package kit

import (
	"bytes"
	"fmt"
	"strconv"

	"coilwright/cam/html"
	"coilwright/cam/plot"
	"coilwright/parts"
	"coilwright/parts/report"
)

// The report page's analysis sections: the field solution and the batch
// tolerance analysis, each present only when it ran.

// Section titles of the analysis sections.
const (
	fieldSectionTitle     = "Field solution"
	toleranceSectionTitle = "Tolerance"
)

// reportSectionTitles returns the report page's section titles in order:
// the fixed ones with the field solution and the tolerance analysis after
// the plots when they ran.
func (k *Kit) reportSectionTitles() []string {
	out := []string{reportSections[0], reportSections[1]}
	if k.Design.Field != nil {
		out = append(out, fieldSectionTitle)
	}
	if k.tolerance != nil {
		out = append(out, toleranceSectionTitle)
	}
	return append(out, reportSections[2:]...)
}

// fieldSection lays out what the field solution assumed, its size, the
// figures at the band's edges and centre and the whole sweep.
func fieldSection(f *parts.FieldSolution) html.Section {
	model := "the reflector plate as a wire grid"
	if f.Reflector == "ideal" {
		model = "an ideal infinite ground plane under the coil"
	}
	facts := []html.Definition{
		{Term: "Method", Detail: "Thin-wire method of moments: the coil as released, the feed lead and the matching strip, over " + model + "."},
		{Term: "Size", Detail: fmt.Sprintf("%d unknowns on %d segments, none longer than %.2f mm", f.Unknowns, f.Segments, f.MaxSegmentMM)},
	}
	if f.PlateSpacingMM > 0 {
		facts = append(facts, html.Definition{Term: "Plate grid", Detail: fmt.Sprintf("wires %.2f mm apart", f.PlateSpacingMM)})
	}
	s := f.Summary
	facts = append(facts,
		html.Definition{Term: "Feed cable", Detail: fmt.Sprintf("reflection and VSWR against %s Ω", num(f.CableOhm))},
		html.Definition{Term: "VSWR 2 or better", Detail: s.Matched.Text()},
		html.Definition{Term: "VSWR 1.5 or better", Detail: s.Good.Text()},
		html.Definition{Term: "Against the textbook", Detail: fmt.Sprintf("gain %+.1f dB from the textbook %.1f dBic; input resistance %.2f × the textbook %.0f Ω%s",
			s.GainDifferenceDB, s.TextbookGainDBic, s.ResistanceRatio, s.TextbookInputOhm, map[bool]string{true: "; a large disagreement: trust the measurement over both", false: ""}[s.LargeDisagreement])},
	)
	f1 := func(v float64) string { return strconv.FormatFloat(v, 'f', 1, 64) }
	f2 := func(v float64) string { return strconv.FormatFloat(v, 'f', 2, 64) }
	fig := func(name string, g parts.FieldFigures) []string {
		return []string{name, num(g.FrequencyMHz), f1(g.ResistanceOhm), f1(g.ReactanceOhm), f2(g.VSWR), f1(g.AxisDBic), f1(g.RealisedDBic), f2(g.AxialRatioDB)}
	}
	centre := html.Table{
		Caption:    "The solution at the band's edges and centre, and the worst point in the band",
		Header:     []string{"Where", "Frequency (MHz)", "R (Ω)", "X (Ω)", "VSWR", "Gain on axis (dBic)", "Realised peak gain (dBic)", "Axial ratio (dB)"},
		Rows:       [][]string{fig("Band low", s.Low), fig("Band centre", s.Centre), fig("Band high", s.High), fig("Worst in band", s.Worst)},
		RowHeaders: true, Numeric: []bool{false, true, true, true, true, true, true, true},
	}
	var rows [][]string
	for _, p := range f.Points {
		rows = append(rows, []string{num(p.FrequencyMHz), f1(p.ResistanceOhm), f1(p.ReactanceOhm), f2(p.VSWR), f1(p.ReturnLossDB),
			f1(p.AxisRHCPDBic), f1(p.AxisLHCPDBic), f2(p.AxialRatioDB), f1(p.RealisedDBic), f1(100 * p.Efficiency)})
	}
	sweep := html.Table{
		Caption: "The sweep (also in sweep.csv and sweep.s1p)",
		Header:  []string{"Frequency (MHz)", "R (Ω)", "X (Ω)", "VSWR", "Return loss (dB)", "RHCP on axis (dBic)", "LHCP on axis (dBic)", "Axial ratio (dB)", "Realised peak gain (dBic)", "Efficiency (%)"},
		Rows:    rows, RowHeaders: true, Numeric: []bool{true, true, true, true, true, true, true, true, true, true},
	}
	return html.Section{ID: "field", Title: fieldSectionTitle, Blocks: []html.Block{
		html.Paragraph{Text: "The plots above, the quoted gain and the build sheet's band figure come from this solution."},
		html.Definitions{Items: facts},
		html.Paragraph{Text: "What the model leaves out:"},
		html.List{Items: f.Assumptions},
		centre, sweep,
	}}
}

// toleranceSection lays out the batch tolerance analysis: the share of
// kits meeting the target, the distributions with their histograms (the
// same drawings as the tolerance-*.svg files), the inputs ranked by their
// effect, and the derived inspection band.
func toleranceSection(rep *report.ToleranceReport) (html.Section, error) {
	pct := func(v float64) string { return strconv.FormatFloat(100*v, 'f', 0, 64) }
	f2 := func(v float64) string { return strconv.FormatFloat(v, 'f', 2, 64) }
	yield := fmt.Sprintf("%s %% of %d simulated kits meet VSWR %g or better across %s–%s MHz (seed %d).",
		pct(rep.Share), rep.Samples, rep.VSWRTarget, num(rep.BandLowMHz), num(rep.BandHighMHz), rep.Seed)
	if rep.Unbuildable > 0 {
		yield += fmt.Sprintf(" %d of them could not be built and count as failing.", rep.Unbuildable)
	}
	if rep.Unmodelled > 0 {
		yield += fmt.Sprintf(" %d could not be solved because the field model cannot represent them, and are left out of the share (the first: %s).", rep.Unmodelled, rep.UnmodelledProblem)
	}
	blocks := []html.Block{
		html.Paragraph{Text: yield},
		html.Paragraph{Text: "Model inside the loop: " + rep.Model.Description + "."},
	}
	var dist [][]string
	for _, f := range rep.Figures {
		unit := f.Unit
		if unit == "" {
			unit = "—"
		}
		dist = append(dist, []string{f.Name, unit, f2(f.Nominal), f2(f.Mean), f2(f.SD), f2(f.P5), f2(f.P50), f2(f.P95)})
	}
	blocks = append(blocks, html.Table{Caption: "How each figure spreads over the batch",
		Header: []string{"Figure", "Unit", "Nominal", "Mean", "Spread (σ)", "5 %", "Median", "95 %"},
		Rows:   dist, RowHeaders: true, Numeric: []bool{false, false, true, true, true, true, true, true}})
	for _, h := range toleranceHistograms(rep) {
		var b bytes.Buffer
		if err := plot.WriteHistogram(&b, h.hist, plot.ChartOptions{}); err != nil {
			return html.Section{}, fmt.Errorf("%s: %w", h.file, err)
		}
		blocks = append(blocks, html.Figure{SVG: b.Bytes(), Name: h.hist.Title,
			Caption: fmt.Sprintf("%s over the simulated kits (%s), nominal marked.", h.hist.Title, h.file)})
	}
	var sens [][]string
	for i, s := range rep.Sensitivities {
		centre := "— (at the sweep's edge)"
		if rep.Nominal.MatchInside {
			centre = signed(s.CentreMHz, 0)
		}
		sens = append(sens, []string{strconv.Itoa(i + 1), s.Name, s.Words, pct(s.Share), centre, signed(s.WorstVSWR, 2)})
	}
	blocks = append(blocks, html.Table{Caption: "What matters most: the spreads ranked by their share of the worst in-band VSWR's variance",
		Header: []string{"Rank", "Spread", "What it does", "Share (%)", "Match centre moves (MHz)", "Worst VSWR changes by"},
		Rows:   sens, RowHeaders: true, Numeric: []bool{true, false, false, true, true, true}})
	in := rep.Inspection
	var band [][]string
	for i, t := range in.ToleranceMM {
		band = append(band, []string{strconv.Itoa(i + 1), "± " + f2(t)})
	}
	reach := fmt.Sprintf("Of the kits this band passes, %s %% meet the target (aim %s %%); it passes %s %% of all kits.", pct(in.Achieved), pct(in.Share), pct(in.Accepted))
	if !in.Reached {
		reach = fmt.Sprintf("No band reaches %s %% of passed kits meeting the target; this is the best found, %s %%, passing %s %% of all kits.", pct(in.Share), pct(in.Achieved), pct(in.Accepted))
	}
	blocks = append(blocks, html.Paragraph{Text: in.Note}, html.Paragraph{Text: reach},
		html.Table{Caption: "Derived inspection band: each released turn's centreline diameter, in mm",
			Header: []string{"Turn", "Tolerance (mm)"}, Rows: band, RowHeaders: true, Numeric: []bool{true, true}})
	return html.Section{ID: "tolerance", Title: toleranceSectionTitle, Blocks: blocks}, nil
}

// signed formats v with an explicit sign and prec decimals, writing a
// value that rounds to zero as plain 0 (never −0.00).
func signed(v float64, prec int) string {
	s := strconv.FormatFloat(v, 'f', prec, 64)
	if z, _ := strconv.ParseFloat(s, 64); z == 0 {
		return strconv.FormatFloat(0, 'f', prec, 64)
	}
	if v > 0 {
		return "+" + s
	}
	return s
}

▶ **Your goal**
Determine how many lines of the material above contain "their", and give that number with no other words.

▶ **Completed exercise**
3